## WORK REQUIRED
Each line of the material below should be retyped precisely as it appears.

## DATASET
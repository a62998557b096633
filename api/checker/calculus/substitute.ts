import type { Expr } from '../../../shared/maths/expression.ts';
import { lettersOf } from '../../../shared/maths/letters.ts';
import { mapChildren } from '../../../shared/maths/walk.ts';
import { Unsettled } from '../solving/unsettled.ts';
import { letterOf } from './build.ts';

/**
 * An expression in place of a letter; bound letters are renamed where they would catch a letter of it. Throws Unsettled
 * where the letter stands under an operator that is not carried out.
 */
export function substitute(expr: Expr, name: string, value: Expr): Expr {
  switch (expr.kind) {
    case 'letter':
      return expr.name === name ? value : expr;
    case 'series': {
      const bounds = { ...expr, from: substitute(expr.from, name, value), to: substitute(expr.to, name, value) };
      const inner = underBinder(expr.index, expr.body, name, value);
      return { ...bounds, index: inner.bound, body: inner.body };
    }
    case 'limit': {
      const inner = underBinder(expr.variable, expr.operand, name, value);
      return { ...expr, to: substitute(expr.to, name, value), variable: inner.bound, operand: inner.body };
    }
    case 'integral': {
      if (!expr.from || !expr.to) {
        if (expr.variable === name || lettersOf(value).includes(expr.variable)) throw new Unsettled('not-covered');
        return { ...expr, integrand: substitute(expr.integrand, name, value) };
      }
      const inner = underBinder(expr.variable, expr.integrand, name, value);
      const [from, to] = [substitute(expr.from, name, value), substitute(expr.to, name, value)];
      return { ...expr, from, to, variable: inner.bound, integrand: inner.body };
    }
    case 'derivative':
    case 'evaluated':
    case 'rate':
      if (lettersOf(expr).includes(name)) throw new Unsettled('not-covered');
      return expr;
    default:
      return mapChildren(expr, (part) => substitute(part, name, value));
  }
}

function underBinder(bound: string, body: Expr, name: string, value: Expr): { bound: string; body: Expr } {
  if (bound === name) return { bound, body };
  if (!lettersOf(value).includes(bound)) return { bound, body: substitute(body, name, value) };
  const taken = new Set([...lettersOf(body), ...lettersOf(value), name]);
  const fresh = freshLetter(taken);
  return { bound: fresh, body: substitute(substitute(body, bound, letterOf(fresh)), name, value) };
}

/** A letter that none of the names is. */
export function freshLetter(taken: ReadonlySet<string>, stem = 'q'): string {
  for (let k = 1; ; k += 1) if (!taken.has(`${stem}_{${k}}`)) return `${stem}_{${k}}`;
}

/** Whether a letter occurs freely. */
export function dependsOn(expr: Expr, name: string): boolean {
  return lettersOf(expr).includes(name);
}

## PROBLEM SOLUTION
repository a62998557b096633
filename api/checker/calculus/substitute.ts
import type { Expr } from '../../../shared/maths/expression.ts';
import { lettersOf } from '../../../shared/maths/letters.ts';
import { mapChildren } from '../../../shared/maths/walk.ts';
import { Unsettled } from '../solving/unsettled.ts';
import { letterOf } from './build.ts';

/**
 * An expression in place of a letter; bound letters are renamed where they would catch a letter of it. Throws Unsettled
 * where the letter stands under an operator that is not carried out.
 */
export function substitute(expr: Expr, name: string, value: Expr): Expr {
  switch (expr.kind) {
    case 'letter':
      return expr.name === name ? value : expr;
    case 'series': {
      const bounds = { ...expr, from: substitute(expr.from, name, value), to: substitute(expr.to, name, value) };
      const inner = underBinder(expr.index, expr.body, name, value);
      return { ...bounds, index: inner.bound, body: inner.body };
    }
    case 'limit': {
      const inner = underBinder(expr.variable, expr.operand, name, value);
      return { ...expr, to: substitute(expr.to, name, value), variable: inner.bound, operand: inner.body };
    }
    case 'integral': {
      if (!expr.from || !expr.to) {
        if (expr.variable === name || lettersOf(value).includes(expr.variable)) throw new Unsettled('not-covered');
        return { ...expr, integrand: substitute(expr.integrand, name, value) };
      }
      const inner = underBinder(expr.variable, expr.integrand, name, value);
      const [from, to] = [substitute(expr.from, name, value), substitute(expr.to, name, value)];
      return { ...expr, from, to, variable: inner.bound, integrand: inner.body };
    }
    case 'derivative':
    case 'evaluated':
    case 'rate':
      if (lettersOf(expr).includes(name)) throw new Unsettled('not-covered');
      return expr;
    default:
      return mapChildren(expr, (part) => substitute(part, name, value));
  }
}

function underBinder(bound: string, body: Expr, name: string, value: Expr): { bound: string; body: Expr } {
  if (bound === name) return { bound, body };
  if (!lettersOf(value).includes(bound)) return { bound, body: substitute(body, name, value) };
  const taken = new Set([...lettersOf(body), ...lettersOf(value), name]);
  const fresh = freshLetter(taken);
  return { bound: fresh, body: substitute(substitute(body, bound, letterOf(fresh)), name, value) };
}

/** A letter that none of the names is. */
export function freshLetter(taken: ReadonlySet<string>, stem = 'q'): string {
  for (let k = 1; ; k += 1) if (!taken.has(`${stem}_{${k}}`)) return `${stem}_{${k}}`;
}

/** Whether a letter occurs freely. */
export function dependsOn(expr: Expr, name: string): boolean {
  return lettersOf(expr).includes(name);
}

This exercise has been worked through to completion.